Estimada repórter Juliana Vines,
Sobre a matéria "Um gosto a mais" publicada no caderno Equilíbrio de 23 de agosto, minha opinião é que ela está completa: contém importantes dicas de forma muito descontraída e de fácil entendimento. A sua matéria consegue mostrar para o leitor a importância dos alimentos, sejam eles amargos, ácidos, doces ou salgados, e a presença de um novo gosto que é umami. Isto nos mostra a riqueza que contém os alimentos recusados por muitos. São muito importantes as dicas que a nutricionista nos mostra já que o ser humano necessita de uma boa alimentação, sem excesso ou exagero.

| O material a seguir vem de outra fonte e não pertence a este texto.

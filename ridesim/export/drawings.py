"""Full-size cut files for a solved wheel/track pair: SVG drawings and CSV point lists.

Every drawing is 1:1 in millimetres (open W3C SVG 1.1: ``width``/``height`` in mm and
a ``viewBox`` in mm, so one user unit is one millimetre). Geometry sits in one group
whose ``transform`` is ``translate(tx ty) scale(1 -1)``; inside it the coordinates are
the model's own, in mm with y up:

* the wheel in its axle frame (axle at the origin, anticlockwise outline);
* the track in the track frame (x along the axle path from ``x = 0``, y the height
  below the axle line, so ``y < 0``).

The CSV files use the same frames and carry an ``x_mm,y_mm`` header.

Line colours follow a common laser-cutting practice (check your shop's convention):
red ``#ff0000`` = cut, blue ``#0000ff`` = score or mark, black = text to engrave or ignore.

Curved outlines are written as polylines whose chords deviate from the true curve by
at most ``CHORD_TOL_M`` (half the promised 0.005 mm): the point spacing comes from the
local curvature (a chord ``c`` on a curve of radius ``rho`` has sagitta ``c^2/(8 rho)``),
and every chord is then checked against the curve at its quarter points and split
until it meets the tolerance. Polygon wheels keep their exact vertices.
"""

from __future__ import annotations

import html
import math
import re
from collections.abc import Callable, Sequence
from pathlib import Path
from typing import Any

import numpy as np

from ridesim.arrays import unique_sorted
from ridesim.errors import InputError
from ridesim.export.results import write_json_atomic, write_text_atomic
from ridesim.model.checks import positive as _positive
from ridesim.validate import is_integer

__all__ = [
    "CHORD_TOL_M",
    "MARGIN_M",
    "export_drawings",
    "export_hub_drawings",
    "wheel_outline_mm",
    "track_sections",
    "track_profile_mm",
    "sample_curve",
]

CHORD_TOL_M = 2.5e-6
"""Largest chordal deviation [m] of a drawn polyline from the true curve (0.0025 mm)."""

MARGIN_M = 0.010
"""Blank margin [m] around the geometry on every side of a drawing."""

CUT = "#ff0000"
SCORE = "#0000ff"
TEXT = "#000000"
STROKE_MM = 0.1
FONT_MM = 3.5
LINE_MM = 5.0
CHAR_W_EM = 0.62  # generous mean advance of a sans-serif glyph, in em
BAR_BAND_MM = 8.0  # height of the scale-bar row
BAR_LABEL_MM = 45.0  # room for the scale bar label
TWO_PI = 2.0 * math.pi


# ---------------------------------------------------------------------------- validation
def _safe_name(name: str) -> str:
    if not isinstance(name, str) or not name.strip():
        raise InputError(f"name must be a non-empty string, got {name!r}")
    return re.sub(r"[^A-Za-z0-9_.-]+", "_", name.strip()).strip("._") or "drawing"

É importante ressaltar que poderiam haver dicas de como começar a ter uma boa alimentação na fase adulta e mostrar alguns truques para isto.


Daniele Barbosa Lessi, estudante do 2° ano de jornalismo; Araçatuba SP.




Estimado Sergio Guzzi,
Ao apreciar sua matéria na página A3 do dia 23 de agosto do corrente ano, com o título “Comissão de Justiça terá Cláudio no lugar de Edval”, pude avaliar que o tema da tentativa do municipio de ceder em concessão o departamento de águas e esgoto, o senhor poderia fazer uma matéria com os prós e contras desta concessão, tendo em vista os casos já ocorridos no Estado de São Paulo, assim os leitores poderão ter uma espécie de documentação histórica deste tipo de processo, além do mais poderia o senhor dar voz aos que estão contrários a essa prerrogativa, já que as matérias além desta valorizam a posição dos favoráveis à proposta.

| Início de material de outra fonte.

@dataclass
class SimResult:
    """Probes and ride metrics of one simulation run.

    Attributes
    ----------
    probes : Probes
        The time series.
    name : str
        Scenario name.
    axle_bounce_m : float
        Largest peak-to-peak axle excursion [m] over the axles.
    axle_bounce_per_axle_m : list of float
        Per axle [m].
    slip_threshold_m_s : float
        Slip threshold [m/s] used.
    slip_onset_time_s : float or None
        First slip [s], None when none.
    slip_onset_axle : int or None
        Axle that slipped first.
    max_slip_speed_m_s : float
        Largest filtered slip speed [m/s].
    slip_time_s, slip_distance_m : float
        Time [s] and rim travel [m] above the slip threshold, brief slips included
        (:func:`slip_scrub`).
    torque : list of dict
        Per drive shaft (see :func:`torque_stats`).
    speed : dict
        See :func:`speed_stats`.
    contact_lost : bool
        See :func:`contact_lost`.
    drive : dict
        See :func:`drive_stats`.
    cautions : list of str
        Safety and fidelity notes.
    comfort : dict or None
        ISO 2631-1 ride comfort at the seat point (``weighted_rms_m_s2``, ``vdv_m_s175``,
        ``crest_factor``, ``band`` and extras), or ``{"unavailable": reason}`` when the record
        is too short.
    phase_drift_per_axle_rad : list of float or None
        Each wheel's phase drift [rad] against its track (:func:`phase_drift_rad`).
    bounce_trend : dict
        See :func:`bounce_trend`.
    findings : list of Finding
        Creep findings (:func:`creep_findings`): a wheel out of phase or a growing bounce.
    """

    probes: Probes
    name: str
    axle_bounce_m: float
    axle_bounce_per_axle_m: list
    slip_threshold_m_s: float
    slip_onset_time_s: float | None
    slip_onset_axle: int | None
    max_slip_speed_m_s: float
    torque: list
    speed: dict
    contact_lost: bool
    drive: dict = field(default_factory=dict)
    slip_time_s: float = 0.0
    slip_distance_m: float = 0.0
    cautions: list = field(default_factory=list)
    comfort: dict | None = None
    phase_drift_per_axle_rad: list | None = None
    bounce_trend: dict = field(default_factory=dict)
    findings: list = field(default_factory=list)

    @property
    def creeps(self) -> bool:
        """Whether the run crept (:func:`creeping`; it then carries a creep finding)."""
        d = self.phase_drift_per_axle_rad
        return creeping(None if d is None else np.asarray(d, dtype=float), self.bounce_trend)

    @property
    def phase_drift_rad(self) -> float | None:
        """The largest phase drift [rad] over the wheels, with its sign (None when unknown)."""
        d = self.phase_drift_per_axle_rad
        if not d:
            return None
        return float(max(d, key=abs))

    @classmethod
    def from_probes(cls, probes: Probes, name: str = "", cautions: list | None = None) -> SimResult:
        """Compute every metric of a probe record.

        Parameters
        ----------
        probes : Probes
            Probe record from any engine.
        name : str
            Scenario name.
        cautions : list of str, optional
            Extra notes (the engine's own are taken from ``probes.info``).

        Returns
        -------
        SimResult
        """
        bounce = axle_bounce_m(probes)
        thr = slip_threshold_m_s(probes)
        t_on, ax_on, peak = slip_onset(probes, thr)
        scrub_t, scrub_d = slip_scrub(probes, thr)
        comfort = _comfort(probes)
        drift = phase_drift_rad(probes)
        trend = bounce_trend(probes)
        findings = creep_findings(probes, drift, trend, t_on, scrub_d)
        notes = with_safety(SIM_CAUTIONS, probes.info.get("cautions", []), cautions or [],
                            _model_cautions(probes), comfort.get("cautions", []))
        return cls(
            probes=probes, name=name, axle_bounce_m=float(np.max(bounce)) if bounce.size else 0.0,
            axle_bounce_per_axle_m=[float(b) for b in bounce], slip_threshold_m_s=thr,
            slip_onset_time_s=t_on, slip_onset_axle=ax_on, max_slip_speed_m_s=peak,
            torque=torque_stats(probes), speed=speed_stats(probes), contact_lost=contact_lost(probes),
            drive=drive_stats(probes), slip_time_s=scrub_t, slip_distance_m=scrub_d, cautions=notes,
            comfort={k: v for k, v in comfort.items() if k != "cautions"},
            phase_drift_per_axle_rad=None if drift is None else [float(v) for v in drift],
            bounce_trend=trend, findings=findings,
        )

    def to_dataframe(self):
        """The probe time series as a pandas DataFrame, one row a step (columns as in probes.csv).

        Returns
        -------
        pandas.DataFrame
            Columns such as ``time_s``, ``axle0_y_m``, ``shaft0_torque_Nm`` (units in the names).

        Raises
        ------
        InputError
            pandas is not installed (the ``dataframe`` extra).
        """
        from ridesim.model.display import require_pandas

        pd = require_pandas()
        return pd.DataFrame({k: np.asarray(v) for k, v in self.probes.columns().items()})

    def plot(self, ax=None):
        """Plot each motor's torque [N m] and each axle's height [mm] against time [s].

        Parameters
        ----------
        ax : matplotlib.axes.Axes, optional
            Axes for the torque; the heights go on a twin axis. New axes (pyplot) when None.

        Returns
        -------
        matplotlib.axes.Axes
        """
        if ax is None:
            import matplotlib.pyplot as plt

            _, ax = plt.subplots(figsize=(8, 3.5))
        pr = self.probes
        for j in range(pr.shaft_torque_Nm.shape[1]):
            ax.plot(pr.time_s, pr.shaft_torque_Nm[:, j], lw=0.8, label=f"shaft {j} torque")
        ax.set_xlabel("time [s]")
        ax.set_ylabel("motor torque [N·m]")
        ax2 = ax.twinx()
        for i in range(pr.axle_y_m.shape[1]):
            ax2.plot(pr.time_s, 1000 * pr.axle_y_m[:, i], lw=0.8, ls="--", color=f"C{i + 3}",
                     label=f"axle {i} height")
        ax2.set_ylabel("axle height [mm]")
        ax.set_title(f"{self.name}: torque and axle heights")
        h1, l1 = ax.get_legend_handles_labels()
        h2, l2 = ax2.get_legend_handles_labels()
        ax.legend(h1 + h2, l1 + l2, fontsize=8, loc="upper right")
        return ax

    def _repr_html_(self) -> str:
        """The figures as a table, for Jupyter."""
        from ridesim.model.display import html_table

        return html_table(self.to_dict(), f"simulation: {self.name}")

    def to_dict(self) -> dict:
        """The JSON contract of a simulation result (plain Python types, SI units in key names).

        Values that are not finite (a speed ripple at zero mean speed) are None.

        Returns
        -------
        dict
        """
        tq = self.torque
        top: dict[str, Any] = {
            "per": "motor",
            "peak_Nm": max((t["peak_Nm"] for t in tq), default=0.0),
            "rms_Nm": max((t["rms_Nm"] for t in tq), default=0.0),
            "peak_raw_Nm": max((t["peak_raw_Nm"] for t in tq), default=0.0),
            "filter_window_s": TORQUE_FILTER_S,
            "by_phase": _worst_by_phase(tq),
            "skipped": _worst_skipped(tq),
            "motors": [
                {"name": t["name"], "axles": list(t["axles"]), "peak_Nm": t["peak_Nm"],
                 "rms_Nm": t["rms_Nm"], "peak_raw_Nm": t["peak_raw_Nm"], "mean_Nm": t["mean_Nm"],
                 "by_phase": t["by_phase"]}
                for t in tq
            ],
        }
        seat = corner_seating(self.probes)
        if seat is not None:
            top["corner_torque_per_mm_Nm"] = 1e-3 * seat["torque_per_shift_Nm_m"]
        phases = {k: v for k, v in top["by_phase"].items() if v.get("peak_Nm") is not None}
        top["peak_phase"] = max(phases, key=lambda k: phases[k]["peak_Nm"]) if phases else None
        info = self.probes.info
        return _finite_or_none({
            "name": self.name,
            "engine": info.get("engine", ""),
            "axle_bounce_m": self.axle_bounce_m,
            "axle_bounce_per_axle_m": list(self.axle_bounce_per_axle_m),
            "axle_bounce_trend_m_s": self.bounce_trend.get("trend_m_s"),
            "axle_bounce_windows_m": list(self.bounce_trend.get("window_bounce_m", [])),
            "bounce_growing": bool(self.bounce_trend.get("growing", False)),
            "slip": {
                "onset_time_s": self.slip_onset_time_s,
                "onset_axle": self.slip_onset_axle,
                "max_slip_speed_m_s": self.max_slip_speed_m_s,
                "threshold_m_s": self.slip_threshold_m_s,
                "min_duration_s": SLIP_MIN_DURATION_S,
                "time_over_threshold_s": self.slip_time_s,
                "distance_over_threshold_m": self.slip_distance_m,
                "phase_drift_rad": self.phase_drift_rad,
                "phase_drift_per_axle_rad": (None if self.phase_drift_per_axle_rad is None
                                             else list(self.phase_drift_per_axle_rad)),
                "phase_drift_finding_rad": PHASE_DRIFT_FINDING_RAD,
            },
            "findings": [f.to_dict() for f in self.findings],
            "notes": [describe(f) for f in self.findings],
            "torque": top,
            "speed": dict(self.speed),
            "contact_lost": bool(self.contact_lost),
            "drive": dict(self.drive),
            "comfort": dict(self.comfort) if self.comfort is not None else None,
            "steps": int(self.probes.steps),
            "sim_time_s": float(self.probes.steps * self.probes.dt_s),
            "timestep_s": float(self.probes.dt_s),
            "settle_s": float(self.probes.settle_s),
            "corner_radius_m": info.get("corner_radius_m"),
            "track_polyline_error_m": info.get("track_polyline_error_m"),
            "wheel_polygon_error_m": info.get("wheel_polygon_error_m"),
            "cautions": list(self.cautions),
        })

    def to_text(self) -> str:
        """Readable summary for the command line."""
        d = self.to_dict()
        sl, sp, tq = d["slip"], d["speed"], d["torque"]
        onset = ("none" if sl["onset_time_s"] is None else
                 f"at {sl['onset_time_s']:.3f} s on axle {sl['onset_axle']}")
        if sl["onset_time_s"] is None and d.get("findings"):
            onset = "none held at the contact, yet the wheel crept out of phase (see CREEP)"
        lines = [
            f"{self.name}: simulated {d['sim_time_s']:.3g} s in {d['steps']} steps of"
            f" {1000 * d['timestep_s']:.3g} ms ({d['engine']})",
            f"axle bounce:  {1000 * d['axle_bounce_m']:.3f} mm peak to peak after"
            f" {d['settle_s']:g} s",
            f"slip:         {onset} (largest slip speed {1000 * sl['max_slip_speed_m_s']:.2f} mm/s,"
            f" threshold {1000 * sl['threshold_m_s']:.1f} mm/s held for"
            f" {1000 * sl['min_duration_s']:.0f} ms)"
            + ("" if not sl["time_over_threshold_s"] else
               f"; above the threshold {1000 * sl['time_over_threshold_s']:.0f} ms in all,"
               f" {1000 * sl['distance_over_threshold_m']:.3g} mm of rim scrub"),
        ]
        if sl.get("phase_drift_rad") is not None:
            tr = d.get("axle_bounce_trend_m_s")
            lines.append(
                f"creep:        wheel phase {sl['phase_drift_rad']:+.3g} rad against its track at the end"
                f" (finding above {sl['phase_drift_finding_rad']:g} rad)"
                + ("" if tr is None else f"; bounce trend {1e3 * tr:+.3g} mm/s"
                   + (", GROWING" if d.get("bounce_growing") else "")))
        lines += [
            *_torque_lines(tq),
            f"speed:        mean {sp['mean_m_s']:.4g} m/s, final {sp['final_m_s']:.4g} m/s,"
            f" ripple {sp['ripple_pct'] if sp['ripple_pct'] is None else round(sp['ripple_pct'], 3)} %",
            f"contact lost: {'yes' if d['contact_lost'] else 'no'}",
        ]
        dr = d.get("drive") or {}
        if dr.get("at_limit_pct") is not None:
            line = (f"drive:        at its {dr['torque_limit_Nm']:.4g} N m limit"
                    f" {dr['at_limit_pct']:.0f} % of the time")
        elif dr.get("mode") == "torque":
            line = f"drive:        constant {dr['torque_limit_Nm']:.4g} N m per motor"
        else:
            line = None
        if dr.get("stalled"):
            line = (line + "; " if line else "drive:        ") + f"STALLED: {dr['stall_reason']}"
        if line:
            lines.append(line)
        c = d.get("comfort") or {}
        if "weighted_rms_m_s2" in c:
            lines.append(f"comfort:      seat a_w {c['weighted_rms_m_s2']:.3g} m/s^2 (ISO 2631-1 Wk),"
                         f" VDV {c['vdv_m_s175']:.3g} m/s^1.75, crest factor"
                         f" {c['crest_factor']:.3g}: {c['band']}")
        elif c:
            lines.append(f"comfort:      not evaluated ({c.get('unavailable', '')})")
        lines.extend(f"FINDING: {n}" for n in d.get("notes", []))
        lines.extend(caution_lines(d["cautions"]))
        return "\n".join(lines)

    def probes_csv(self) -> str:
        """The probe time series as CSV text: one header row of column names, then one row a step.

        Write it with :func:`ridesim.export.results.write_text_atomic` (as ``simulate --out``
        does), so a reader never sees half a file.

        Returns
        -------
        str
        """
        import io

        cols = self.probes.columns()
        names = list(cols)
        data = np.column_stack([np.asarray(cols[k], dtype=float) for k in names])
        buf = io.StringIO()
        buf.write(",".join(names) + "\n")
        np.savetxt(buf, data, delimiter=",", fmt="%.9g")
        return buf.getvalue()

Eric Oliveira Costa e Silva – Estudante de Jornalismo Unitoledo





Sofrer vale a pena?


Quem escolheria fazer algo para o próprio sofrimento? Em texto publicado pela Folha de S. Paulo, no suplemento Equilíbrio (Pág 8), da última terça-feira (23), a psicóloga e autora de “Como Educar Meu Filho”, Rosely Sayão, aborda o grande desafio dos jovens na escolha da carreira profissional. A psicóloga relata que “qualquer curso pode ser feito por qualquer jovem”. “De preferência, um que não imponha a ele sofrimento...” Mas é claro. Que pessoa, em sã consciência, escolheria passar por um martírio psicológico? Escolho fazer um curso porque simplesmente não gosto dele e vou ver até onde vai a minha paciência? No final ela diz que é valioso o amadurecimento de fazer um curso do começo ao fim, com todas as dificuldades. Então eu escolho passar raiva para amadurecer? Isso é uma escolha? Não é possível julgar escolhas como certas ou erradas e o aprendizado é tão pessoal quanto roupa íntima. E outra, será que os pais quando identificam o dissabor do filho com relação à sua escolha profissional vão sentir dó ou conforto em ver o tamanho do julgo que deixou de carregar?

Ariadne Bognar, 20 anos, de Araçatuba.